CBQT-FM
- Thunder Bay, Ontario; Canada;
- Broadcast area: Northwestern Ontario
- Frequency: 88.3 MHz

Programming
- Format: News/Talk
- Network: CBC Radio One

Ownership
- Owner: Canadian Broadcasting Corporation

History
- First air date: 1973
- Former call signs: CBQ (1973–1990)
- Former frequencies: 800 kHz (1973–1990)
- Call sign meaning: Canadian Broadcasting Corporation Quetico Thunder Bay

Technical information
- Class: B
- ERP: 23,730 watts
- HAAT: 194.7 metres (639 ft)

Links
- Website: CBC Thunder Bay

= CBQT-FM =

CBC Radio One station in Thunder Bay, Ontario

CBQT-FM is a Canadian radio station.
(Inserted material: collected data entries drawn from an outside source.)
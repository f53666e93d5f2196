"""Development accounting: how much of the income gap between economies measured capital and
schooling account for, and how much is left to productivity.

With ``y = A (K/Y)^(a/(1-a)) h`` per worker (DOMAIN.md section 5)::

    ln y = a/(1-a) ln(K/Y) + ln h + ln A

where ``h`` is a ready human-capital index or ``exp(phi(u))`` from years of schooling
``u``, ``phi`` piecewise linear with settable returns.  ``ln A`` is what is left.
The factor-only income ``y_KH = (K/Y)^(a/(1-a)) h`` gives the two success measures
of a year's cross-section: ``var(ln y_KH) / var(ln y)`` and the ratio of the 90/10
percentile ratios of ``y_KH`` and ``y`` (percentiles by linear interpolation).
"""

from __future__ import annotations

import math
from collections.abc import Sequence
from dataclasses import dataclass

import numpy as np
import pandas as pd

from ..errors import InputError, did_you_mean

# Returns to a year of schooling by segment, 0-4, 4-8 and above 8 years (from memory; the
# usual choice in development accounting, see DOMAIN.md section 5).  Settable.
SCHOOLING_BREAKS = (4.0, 8.0)
SCHOOLING_RETURNS = (0.134, 0.101, 0.068)


def human_capital(years: np.ndarray, breaks: Sequence[float] = SCHOOLING_BREAKS,
                  returns: Sequence[float] = SCHOOLING_RETURNS) -> np.ndarray:
    """``h = exp(phi(u))`` with ``phi`` piecewise linear: slope ``returns[i]`` between
    ``breaks[i-1]`` and ``breaks[i]`` (from 0; the last slope beyond the last break)."""
    if len(returns) != len(breaks) + 1 or list(breaks) != sorted(breaks):
        raise InputError("give one return more than breaks, breaks in increasing order",
                         "schooling returns")
    if any(not (math.isfinite(r) and 0 <= r < 1) for r in returns):
        raise InputError("returns to a year of schooling are fractions in [0, 1)",
                         "schooling returns")
    u = np.asarray(years, dtype=float)
    phi = np.zeros_like(u)
    lower = 0.0
    for b, r in zip([*breaks, math.inf], returns, strict=True):
        phi += r * np.clip(u - lower, 0.0, b - lower)
        lower = b
    return np.exp(phi)


@dataclass(frozen=True)
class YearAccounts:
    """One year's cross-section: the split of every economy's log income per worker and the
    success measures (NaN, with ``reason``, when fewer than two economies remain)."""

    year: int
    economies: tuple[str, ...]
    ln_y: np.ndarray
    capital_term: np.ndarray  # a/(1-a) ln(K/Y)
    ln_h: np.ndarray
    ln_a: np.ndarray  # productivity: what is left
    variance_share: float  # var(ln y_KH) / var(ln y)
    percentile_share: float  # (y_KH 90/10) / (y 90/10)
    capital_share_measured: float  # mean of 1 - labour share, NaN without that column
    dropped: tuple[tuple[str, str], ...]  # (economy, reason)
    reason: str | None = None


@dataclass(frozen=True)
class DevelopmentAccounts:
    alpha: float
    human: str  # "index" or "schooling"
    years: tuple[YearAccounts, ...]


def _success(ln_y: np.ndarray, ln_kh: np.ndarray) -> tuple[float, float]:
    var = float(np.var(ln_kh, ddof=1) / np.var(ln_y, ddof=1))
    q = np.quantile  # linear interpolation, as pandas' quantile

    def spread(x: np.ndarray) -> float:
        return float(np.exp(q(x, 0.9) - q(x, 0.1)))

    return var, spread(ln_kh) / spread(ln_y)


def development_accounts(frame: pd.DataFrame, *, id_column: str, year: str, output: str,
                         capital: str, workers: str | None = None,
                         human_index: str | None = None, schooling_years: str | None = None,
                         labour_share: str | None = None, alpha: float = 1 / 3,
                         years: Sequence[int] | None = None,
                         breaks: Sequence[float] = SCHOOLING_BREAKS,
                         returns: Sequence[float] = SCHOOLING_RETURNS) -> DevelopmentAccounts:
    """The accounts of each year in ``years`` (default: the last year in the table).

    ``output`` and ``capital`` are totals divided by ``workers`` when it is given (else
    already per worker: only their ratio K/Y and income per worker enter).  Exactly one of
    ``human_index`` and ``schooling_years`` gives h.  Economies lacking a value (or with a
    non-positive one) in a year are left out of that year, each with its reason."""
    if not 0 < alpha < 1:
        raise InputError(f"must lie strictly between 0 and 1, not {alpha:g}", "alpha")
    if (human_index is None) == (schooling_years is None):
        raise InputError("give exactly one of a human-capital index and years of schooling",
                         "columns")
    wanted = {"id": id_column, "year": year, "output": output, "capital": capital,
              "workers": workers, "human_index": human_index,
              "schooling_years": schooling_years, "labour_share": labour_share}
    for key, col in wanted.items():
        if col is not None and col not in frame.columns:
            raise InputError(f"the data have no column '{col}'"
                             f"{did_you_mean(col, map(str, frame.columns))}", f"columns.{key}")
    if frame.duplicated([id_column, year]).any():
        e, y = frame.loc[frame.duplicated([id_column, year]), [id_column, year]].iloc[0]
        raise InputError(f"economy '{e}' has two rows for year {y}", f"column '{year}'")
    stamps = pd.to_numeric(frame[year], errors="coerce").dropna()
    if stamps.empty:
        raise InputError("holds no year (whole numbers)", f"column '{year}'")
    if (stamps != stamps.round()).any():
        raise InputError(f"holds {stamps[stamps != stamps.round()].iloc[0]:g}, not a whole year",
                         f"column '{year}'")
    available = sorted(stamps.astype(int).unique())
    chosen = list(dict.fromkeys(years)) if years else available[-1:]
    out = []
    for y in chosen:
        if y not in available:
            raise InputError(f"{y} is not a year of the data ({available[0]}-{available[-1]})",
                             "years")
        out.append(_one_year(frame[pd.to_numeric(frame[year], errors="coerce") == y], int(y),
                             wanted, alpha, breaks, returns))
    return DevelopmentAccounts(alpha, "index" if human_index else "schooling", tuple(out))


def _one_year(rows: pd.DataFrame, year: int, cols: dict[str, str | None], alpha: float,
              breaks: Sequence[float], returns: Sequence[float]) -> YearAccounts:
    def values(key: str) -> np.ndarray:
        name = cols[key]
        return pd.to_numeric(rows[name], errors="coerce").to_numpy(dtype=float) if name else (
            np.ones(len(rows)))

    names = rows[cols["id"]].astype(str).to_numpy()
    output, capital, workers = values("output"), values("capital"), values("workers")
    human = values("human_index") if cols["human_index"] else values("schooling_years")
    keep = np.ones(len(rows), dtype=bool)
    dropped = []
    checks = [("output", output, True), ("capital", capital, True), ("workers", workers, True),
              ("human_index" if cols["human_index"] else "schooling_years", human,
               bool(cols["human_index"]))]
    for i, name in enumerate(names):
        for key, v, positive in checks:
            if not np.isfinite(v[i]) or (v[i] <= 0 if positive else v[i] < 0):
                dropped.append((str(name), f"{cols[key]} is missing or not "
                                + ("positive" if positive else "non-negative")))
                keep[i] = False
                break
    names = names[keep]
    y = output[keep] / workers[keep]
    ln_y = np.log(y)
    capital_term = alpha / (1 - alpha) * np.log(capital[keep] / output[keep])
    ln_h = np.log(human[keep]) if cols["human_index"] else np.log(
        human_capital(human[keep], breaks, returns))
    ln_a = ln_y - capital_term - ln_h
    share = math.nan
    if cols["labour_share"]:
        ls = values("labour_share")[keep]
        bad = np.isfinite(ls) & ((ls <= 0) | (ls >= 1))
        if bad.any():
            raise InputError(f"economy '{names[np.flatnonzero(bad)[0]]}' has the labour share "
                             f"{ls[bad][0]:g} in {year}: give it as a fraction between 0 and 1",
                             f"column '{cols['labour_share']}'")
        ls = ls[np.isfinite(ls)]
        share = float(np.mean(1 - ls)) if len(ls) else math.nan
    reason = None
    var = pct = math.nan
    if len(names) < 2:
        reason = f"{len(names)} economy with every value in {year}: no dispersion to account for"
    elif np.ptp(ln_y) < 1e-9:  # equal up to rounding
        reason = f"income per worker is the same in every economy in {year}"
    else:
        var, pct = _success(ln_y, capital_term + ln_h)
    return YearAccounts(year, tuple(map(str, names)), ln_y, capital_term, ln_h, ln_a, var, pct,
                        share, tuple(dropped), reason)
It is the CBC Radio One station in Thunder Bay, Ontario, broadcasting at 88.3 FM, and serves all of Northwestern Ontario through a network of relay transmitters.

==History==
The station was launched in 1973 as CBQ on 800 AM. The 800 frequency had been vacated earlier that year by the defunct CJLX, an independent private station which had begun broadcasting in 1959 but went off the air on March 31, 1973 upon expiry of that station's licence after its parent company, Lakehead Broadcasting, failed to renew the licence amid questions about the station's ownership. After the CBC acquired the 800 frequency and the studio facilities of CJLX on Miles Street, CBQ's inaugural morning broadcast in December 1973 made it the second city in Ontario to get a regional broadcast centre. The call sign CBQ was a last minute choice by station managers since CBL (for Lakehead) or CBT (for Thunder Bay) were already taken by the CBC stations in Toronto and Grand Falls-Windsor, Newfoundland and Labrabor, respectively. Instead the letter Q was chosen for Quetico Provincial Park near Atikokan, which is west of Thunder Bay.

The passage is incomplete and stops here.